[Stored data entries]
****************************************

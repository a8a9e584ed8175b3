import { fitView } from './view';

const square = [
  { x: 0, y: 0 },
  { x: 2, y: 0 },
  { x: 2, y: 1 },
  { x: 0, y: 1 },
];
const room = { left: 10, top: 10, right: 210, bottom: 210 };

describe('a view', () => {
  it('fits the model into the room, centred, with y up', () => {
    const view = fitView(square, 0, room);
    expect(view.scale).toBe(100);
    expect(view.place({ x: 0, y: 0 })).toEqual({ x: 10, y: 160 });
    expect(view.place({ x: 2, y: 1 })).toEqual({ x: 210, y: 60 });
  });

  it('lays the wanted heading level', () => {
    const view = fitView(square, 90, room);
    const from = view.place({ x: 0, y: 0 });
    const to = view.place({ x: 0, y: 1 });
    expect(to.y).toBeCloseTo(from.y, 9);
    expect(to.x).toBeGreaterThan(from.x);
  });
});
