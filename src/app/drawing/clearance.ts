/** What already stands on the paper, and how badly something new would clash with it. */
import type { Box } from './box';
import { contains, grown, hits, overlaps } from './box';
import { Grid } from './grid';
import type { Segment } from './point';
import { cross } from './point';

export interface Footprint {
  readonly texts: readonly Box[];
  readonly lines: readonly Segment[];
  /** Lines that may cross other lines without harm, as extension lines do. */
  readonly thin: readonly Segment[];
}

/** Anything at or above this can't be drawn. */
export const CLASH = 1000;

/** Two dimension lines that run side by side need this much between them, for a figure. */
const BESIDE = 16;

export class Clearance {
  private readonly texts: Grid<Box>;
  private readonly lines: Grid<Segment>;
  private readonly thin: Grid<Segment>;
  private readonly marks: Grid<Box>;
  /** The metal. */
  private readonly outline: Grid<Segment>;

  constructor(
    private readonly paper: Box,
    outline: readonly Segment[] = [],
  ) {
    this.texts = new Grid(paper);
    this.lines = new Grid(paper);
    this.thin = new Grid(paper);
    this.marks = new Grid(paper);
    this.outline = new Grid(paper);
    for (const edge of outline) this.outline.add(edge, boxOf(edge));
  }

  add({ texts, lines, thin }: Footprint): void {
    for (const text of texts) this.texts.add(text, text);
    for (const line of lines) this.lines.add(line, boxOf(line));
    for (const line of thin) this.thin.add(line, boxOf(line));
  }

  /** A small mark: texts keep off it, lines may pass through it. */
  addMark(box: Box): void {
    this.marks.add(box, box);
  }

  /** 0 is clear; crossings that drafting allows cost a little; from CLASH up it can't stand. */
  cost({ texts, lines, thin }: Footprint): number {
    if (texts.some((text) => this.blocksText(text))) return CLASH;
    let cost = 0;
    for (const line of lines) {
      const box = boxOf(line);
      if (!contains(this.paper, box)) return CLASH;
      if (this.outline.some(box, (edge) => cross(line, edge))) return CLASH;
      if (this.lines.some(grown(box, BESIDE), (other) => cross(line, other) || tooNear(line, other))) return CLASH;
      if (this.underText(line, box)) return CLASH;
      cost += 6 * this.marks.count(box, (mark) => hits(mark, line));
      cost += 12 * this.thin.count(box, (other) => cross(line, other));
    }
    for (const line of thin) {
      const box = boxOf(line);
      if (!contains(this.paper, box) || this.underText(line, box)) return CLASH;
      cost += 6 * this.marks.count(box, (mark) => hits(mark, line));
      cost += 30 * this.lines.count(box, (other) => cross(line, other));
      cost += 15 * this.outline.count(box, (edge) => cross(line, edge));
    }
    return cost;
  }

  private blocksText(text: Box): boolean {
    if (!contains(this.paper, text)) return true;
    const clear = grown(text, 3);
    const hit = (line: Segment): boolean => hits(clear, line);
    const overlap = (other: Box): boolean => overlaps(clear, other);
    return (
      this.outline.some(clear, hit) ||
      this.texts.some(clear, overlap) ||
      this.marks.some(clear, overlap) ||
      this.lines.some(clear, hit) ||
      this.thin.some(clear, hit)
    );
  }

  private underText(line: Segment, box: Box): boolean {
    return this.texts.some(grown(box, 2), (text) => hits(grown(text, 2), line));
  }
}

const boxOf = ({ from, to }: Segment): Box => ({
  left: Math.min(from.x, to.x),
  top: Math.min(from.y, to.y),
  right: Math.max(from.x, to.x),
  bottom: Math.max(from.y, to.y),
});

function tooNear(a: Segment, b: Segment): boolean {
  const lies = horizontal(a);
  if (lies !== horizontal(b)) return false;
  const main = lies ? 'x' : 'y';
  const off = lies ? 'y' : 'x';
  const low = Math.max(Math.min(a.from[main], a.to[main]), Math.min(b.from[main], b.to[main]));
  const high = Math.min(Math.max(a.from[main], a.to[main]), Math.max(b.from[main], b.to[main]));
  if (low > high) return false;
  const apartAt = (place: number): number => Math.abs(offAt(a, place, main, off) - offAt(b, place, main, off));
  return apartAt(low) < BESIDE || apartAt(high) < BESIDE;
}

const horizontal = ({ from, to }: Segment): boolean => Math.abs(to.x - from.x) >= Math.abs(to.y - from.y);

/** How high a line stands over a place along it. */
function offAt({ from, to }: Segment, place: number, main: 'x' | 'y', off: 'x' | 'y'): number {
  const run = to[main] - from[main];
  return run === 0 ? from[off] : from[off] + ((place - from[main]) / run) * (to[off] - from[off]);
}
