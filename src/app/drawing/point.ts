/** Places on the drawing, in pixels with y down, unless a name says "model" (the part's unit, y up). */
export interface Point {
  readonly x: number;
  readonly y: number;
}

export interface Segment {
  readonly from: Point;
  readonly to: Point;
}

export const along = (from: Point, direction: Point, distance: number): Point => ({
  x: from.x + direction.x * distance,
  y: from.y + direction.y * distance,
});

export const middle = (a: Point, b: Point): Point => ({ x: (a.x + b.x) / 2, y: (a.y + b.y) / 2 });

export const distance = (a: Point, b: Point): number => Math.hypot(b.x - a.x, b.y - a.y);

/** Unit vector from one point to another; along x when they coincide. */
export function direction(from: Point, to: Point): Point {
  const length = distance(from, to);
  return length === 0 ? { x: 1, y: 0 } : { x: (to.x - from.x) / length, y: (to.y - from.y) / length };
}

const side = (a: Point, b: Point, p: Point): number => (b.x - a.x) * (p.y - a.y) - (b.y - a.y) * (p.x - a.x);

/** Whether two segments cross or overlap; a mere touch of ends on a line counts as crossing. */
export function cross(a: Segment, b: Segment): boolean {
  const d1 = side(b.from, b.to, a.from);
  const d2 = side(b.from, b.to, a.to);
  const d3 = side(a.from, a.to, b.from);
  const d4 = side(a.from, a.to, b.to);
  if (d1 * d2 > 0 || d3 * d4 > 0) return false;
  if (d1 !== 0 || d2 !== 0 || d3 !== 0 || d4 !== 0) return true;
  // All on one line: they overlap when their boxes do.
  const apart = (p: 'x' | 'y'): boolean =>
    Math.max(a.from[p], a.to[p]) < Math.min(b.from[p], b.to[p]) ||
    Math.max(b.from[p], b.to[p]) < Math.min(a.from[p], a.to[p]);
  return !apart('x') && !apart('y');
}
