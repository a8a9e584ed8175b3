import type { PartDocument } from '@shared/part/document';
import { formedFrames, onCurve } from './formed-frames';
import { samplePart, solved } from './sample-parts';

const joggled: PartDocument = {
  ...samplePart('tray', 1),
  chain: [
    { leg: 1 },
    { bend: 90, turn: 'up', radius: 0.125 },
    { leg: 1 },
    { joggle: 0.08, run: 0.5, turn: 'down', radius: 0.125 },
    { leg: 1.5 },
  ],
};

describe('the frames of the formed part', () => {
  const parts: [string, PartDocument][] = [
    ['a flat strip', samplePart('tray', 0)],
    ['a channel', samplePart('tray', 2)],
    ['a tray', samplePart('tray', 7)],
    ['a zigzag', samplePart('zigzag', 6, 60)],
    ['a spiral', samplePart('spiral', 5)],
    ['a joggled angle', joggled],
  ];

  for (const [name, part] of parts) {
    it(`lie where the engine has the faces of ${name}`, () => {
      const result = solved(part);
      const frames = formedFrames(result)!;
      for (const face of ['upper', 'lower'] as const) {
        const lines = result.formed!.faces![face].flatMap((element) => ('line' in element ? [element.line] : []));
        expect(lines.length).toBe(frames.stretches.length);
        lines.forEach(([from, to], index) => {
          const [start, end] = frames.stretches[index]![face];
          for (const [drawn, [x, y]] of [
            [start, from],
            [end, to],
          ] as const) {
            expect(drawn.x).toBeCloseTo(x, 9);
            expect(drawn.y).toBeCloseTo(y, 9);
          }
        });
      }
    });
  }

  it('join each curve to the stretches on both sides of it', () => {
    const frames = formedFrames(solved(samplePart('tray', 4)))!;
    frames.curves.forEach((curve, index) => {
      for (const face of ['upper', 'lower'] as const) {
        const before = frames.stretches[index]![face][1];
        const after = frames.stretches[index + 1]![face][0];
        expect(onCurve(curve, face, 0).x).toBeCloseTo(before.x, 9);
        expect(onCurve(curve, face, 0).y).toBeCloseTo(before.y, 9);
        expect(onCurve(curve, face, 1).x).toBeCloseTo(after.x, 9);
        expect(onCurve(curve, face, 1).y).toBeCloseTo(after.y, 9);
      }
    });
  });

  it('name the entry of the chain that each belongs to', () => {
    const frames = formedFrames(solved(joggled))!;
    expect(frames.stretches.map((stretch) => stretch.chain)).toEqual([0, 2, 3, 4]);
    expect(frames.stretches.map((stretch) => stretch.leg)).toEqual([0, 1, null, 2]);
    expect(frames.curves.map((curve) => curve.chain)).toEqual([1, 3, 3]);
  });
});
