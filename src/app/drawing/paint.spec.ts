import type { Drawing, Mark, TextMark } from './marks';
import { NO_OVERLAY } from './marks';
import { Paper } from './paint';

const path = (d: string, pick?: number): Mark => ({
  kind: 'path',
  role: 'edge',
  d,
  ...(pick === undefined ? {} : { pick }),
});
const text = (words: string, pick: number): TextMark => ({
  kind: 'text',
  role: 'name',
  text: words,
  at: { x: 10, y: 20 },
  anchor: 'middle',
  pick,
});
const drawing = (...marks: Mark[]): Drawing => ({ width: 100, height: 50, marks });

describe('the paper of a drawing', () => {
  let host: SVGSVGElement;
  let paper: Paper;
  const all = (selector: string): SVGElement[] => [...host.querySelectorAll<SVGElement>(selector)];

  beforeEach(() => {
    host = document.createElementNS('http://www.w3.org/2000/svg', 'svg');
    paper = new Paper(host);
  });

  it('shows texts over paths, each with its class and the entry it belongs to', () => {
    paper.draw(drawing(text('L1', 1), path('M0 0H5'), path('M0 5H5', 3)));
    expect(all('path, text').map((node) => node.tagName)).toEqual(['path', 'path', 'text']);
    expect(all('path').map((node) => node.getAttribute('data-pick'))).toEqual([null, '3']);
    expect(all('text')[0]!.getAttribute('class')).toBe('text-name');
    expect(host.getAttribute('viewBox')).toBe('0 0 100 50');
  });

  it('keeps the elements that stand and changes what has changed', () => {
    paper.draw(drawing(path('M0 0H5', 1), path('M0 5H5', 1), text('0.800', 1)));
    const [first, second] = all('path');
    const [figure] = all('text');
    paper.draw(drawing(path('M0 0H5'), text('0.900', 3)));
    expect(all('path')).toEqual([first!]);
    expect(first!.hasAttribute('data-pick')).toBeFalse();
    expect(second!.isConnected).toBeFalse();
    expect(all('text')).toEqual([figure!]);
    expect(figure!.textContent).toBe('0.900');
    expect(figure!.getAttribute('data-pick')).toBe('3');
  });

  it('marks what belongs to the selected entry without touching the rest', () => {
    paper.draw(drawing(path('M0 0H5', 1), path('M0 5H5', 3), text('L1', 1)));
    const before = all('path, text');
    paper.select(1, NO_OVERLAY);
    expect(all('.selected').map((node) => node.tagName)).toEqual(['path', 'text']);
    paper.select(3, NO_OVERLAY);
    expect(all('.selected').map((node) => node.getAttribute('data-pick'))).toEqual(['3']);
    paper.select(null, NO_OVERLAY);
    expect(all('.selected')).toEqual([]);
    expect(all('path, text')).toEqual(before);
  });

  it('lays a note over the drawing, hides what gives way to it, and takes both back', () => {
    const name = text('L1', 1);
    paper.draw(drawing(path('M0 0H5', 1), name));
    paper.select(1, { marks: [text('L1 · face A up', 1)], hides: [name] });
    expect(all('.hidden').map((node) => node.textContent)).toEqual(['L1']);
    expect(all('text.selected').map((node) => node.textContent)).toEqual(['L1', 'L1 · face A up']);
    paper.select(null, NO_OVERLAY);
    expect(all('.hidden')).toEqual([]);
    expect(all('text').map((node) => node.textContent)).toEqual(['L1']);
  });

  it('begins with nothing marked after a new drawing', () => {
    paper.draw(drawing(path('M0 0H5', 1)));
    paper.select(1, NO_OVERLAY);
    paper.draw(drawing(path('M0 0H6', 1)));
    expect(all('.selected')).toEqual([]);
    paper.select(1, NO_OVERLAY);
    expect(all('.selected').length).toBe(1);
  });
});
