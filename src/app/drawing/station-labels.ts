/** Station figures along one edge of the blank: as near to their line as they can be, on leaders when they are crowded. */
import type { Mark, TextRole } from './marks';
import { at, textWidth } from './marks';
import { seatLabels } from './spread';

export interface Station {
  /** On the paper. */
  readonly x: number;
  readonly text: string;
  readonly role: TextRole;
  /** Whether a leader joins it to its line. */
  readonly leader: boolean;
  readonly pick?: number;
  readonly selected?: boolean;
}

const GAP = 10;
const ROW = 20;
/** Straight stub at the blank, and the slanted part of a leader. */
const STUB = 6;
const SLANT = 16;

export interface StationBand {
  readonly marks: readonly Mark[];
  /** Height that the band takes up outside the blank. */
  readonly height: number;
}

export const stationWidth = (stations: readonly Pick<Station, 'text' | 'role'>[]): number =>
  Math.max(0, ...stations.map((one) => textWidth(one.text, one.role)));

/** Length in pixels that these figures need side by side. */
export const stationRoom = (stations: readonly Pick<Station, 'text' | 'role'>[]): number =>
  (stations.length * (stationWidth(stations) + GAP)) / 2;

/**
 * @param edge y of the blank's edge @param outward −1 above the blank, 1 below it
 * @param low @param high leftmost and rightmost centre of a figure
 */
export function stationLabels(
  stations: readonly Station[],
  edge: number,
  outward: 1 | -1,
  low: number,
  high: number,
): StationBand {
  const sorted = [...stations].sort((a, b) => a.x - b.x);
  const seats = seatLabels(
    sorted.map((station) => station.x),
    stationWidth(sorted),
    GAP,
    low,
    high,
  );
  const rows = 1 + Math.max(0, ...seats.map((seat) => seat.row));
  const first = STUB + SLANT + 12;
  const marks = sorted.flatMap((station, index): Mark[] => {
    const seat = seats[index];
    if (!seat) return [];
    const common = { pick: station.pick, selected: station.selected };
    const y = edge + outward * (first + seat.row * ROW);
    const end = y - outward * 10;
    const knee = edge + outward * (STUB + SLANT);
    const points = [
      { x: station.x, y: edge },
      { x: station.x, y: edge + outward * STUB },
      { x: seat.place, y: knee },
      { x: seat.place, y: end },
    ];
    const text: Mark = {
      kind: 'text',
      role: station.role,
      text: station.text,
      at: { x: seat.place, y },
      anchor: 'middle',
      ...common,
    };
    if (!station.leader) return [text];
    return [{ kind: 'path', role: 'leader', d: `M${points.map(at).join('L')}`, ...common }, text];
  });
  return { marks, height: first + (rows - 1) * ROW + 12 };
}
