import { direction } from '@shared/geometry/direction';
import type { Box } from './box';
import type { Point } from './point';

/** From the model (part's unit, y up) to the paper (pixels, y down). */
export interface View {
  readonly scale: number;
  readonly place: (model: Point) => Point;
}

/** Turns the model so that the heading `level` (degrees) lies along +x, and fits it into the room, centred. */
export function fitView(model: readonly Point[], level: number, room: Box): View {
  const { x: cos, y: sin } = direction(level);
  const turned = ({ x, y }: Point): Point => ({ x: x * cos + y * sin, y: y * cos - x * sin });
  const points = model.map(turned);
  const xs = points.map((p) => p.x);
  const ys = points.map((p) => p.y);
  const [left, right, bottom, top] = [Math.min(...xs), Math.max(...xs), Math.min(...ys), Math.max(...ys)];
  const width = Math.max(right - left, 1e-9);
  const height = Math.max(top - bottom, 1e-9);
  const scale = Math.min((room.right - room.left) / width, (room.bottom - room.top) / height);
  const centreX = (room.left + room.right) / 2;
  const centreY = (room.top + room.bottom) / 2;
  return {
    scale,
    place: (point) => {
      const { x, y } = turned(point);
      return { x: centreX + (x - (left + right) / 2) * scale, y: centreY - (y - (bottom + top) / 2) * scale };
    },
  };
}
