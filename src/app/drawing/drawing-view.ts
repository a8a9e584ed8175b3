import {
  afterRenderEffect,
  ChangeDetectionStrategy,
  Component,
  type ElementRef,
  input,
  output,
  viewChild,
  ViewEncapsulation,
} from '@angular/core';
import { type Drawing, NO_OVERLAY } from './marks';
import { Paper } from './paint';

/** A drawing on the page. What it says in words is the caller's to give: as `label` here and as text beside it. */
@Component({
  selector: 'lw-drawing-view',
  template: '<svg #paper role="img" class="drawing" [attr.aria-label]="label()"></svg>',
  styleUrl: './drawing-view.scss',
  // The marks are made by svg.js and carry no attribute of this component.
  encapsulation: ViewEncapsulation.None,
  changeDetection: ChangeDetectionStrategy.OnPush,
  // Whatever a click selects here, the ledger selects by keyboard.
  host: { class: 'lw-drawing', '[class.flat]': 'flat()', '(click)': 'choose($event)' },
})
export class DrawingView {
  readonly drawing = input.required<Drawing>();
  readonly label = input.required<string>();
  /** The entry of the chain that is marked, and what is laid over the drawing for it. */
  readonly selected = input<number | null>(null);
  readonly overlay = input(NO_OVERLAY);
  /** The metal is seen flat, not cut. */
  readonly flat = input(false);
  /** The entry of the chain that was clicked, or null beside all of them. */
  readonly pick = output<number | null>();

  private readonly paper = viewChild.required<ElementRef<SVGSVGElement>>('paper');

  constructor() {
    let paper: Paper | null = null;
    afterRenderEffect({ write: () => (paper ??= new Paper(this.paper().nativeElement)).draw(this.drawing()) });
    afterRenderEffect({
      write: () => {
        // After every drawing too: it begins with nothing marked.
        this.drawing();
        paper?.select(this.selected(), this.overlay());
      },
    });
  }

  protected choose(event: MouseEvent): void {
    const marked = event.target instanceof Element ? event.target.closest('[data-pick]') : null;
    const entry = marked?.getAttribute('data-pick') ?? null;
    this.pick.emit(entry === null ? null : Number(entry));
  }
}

****************************************

AIM OF THE EXERCISE
Scan the entries for lines with the word "seats". The number of such lines is the whole answer.

RESULT OF THIS EXERCISE
3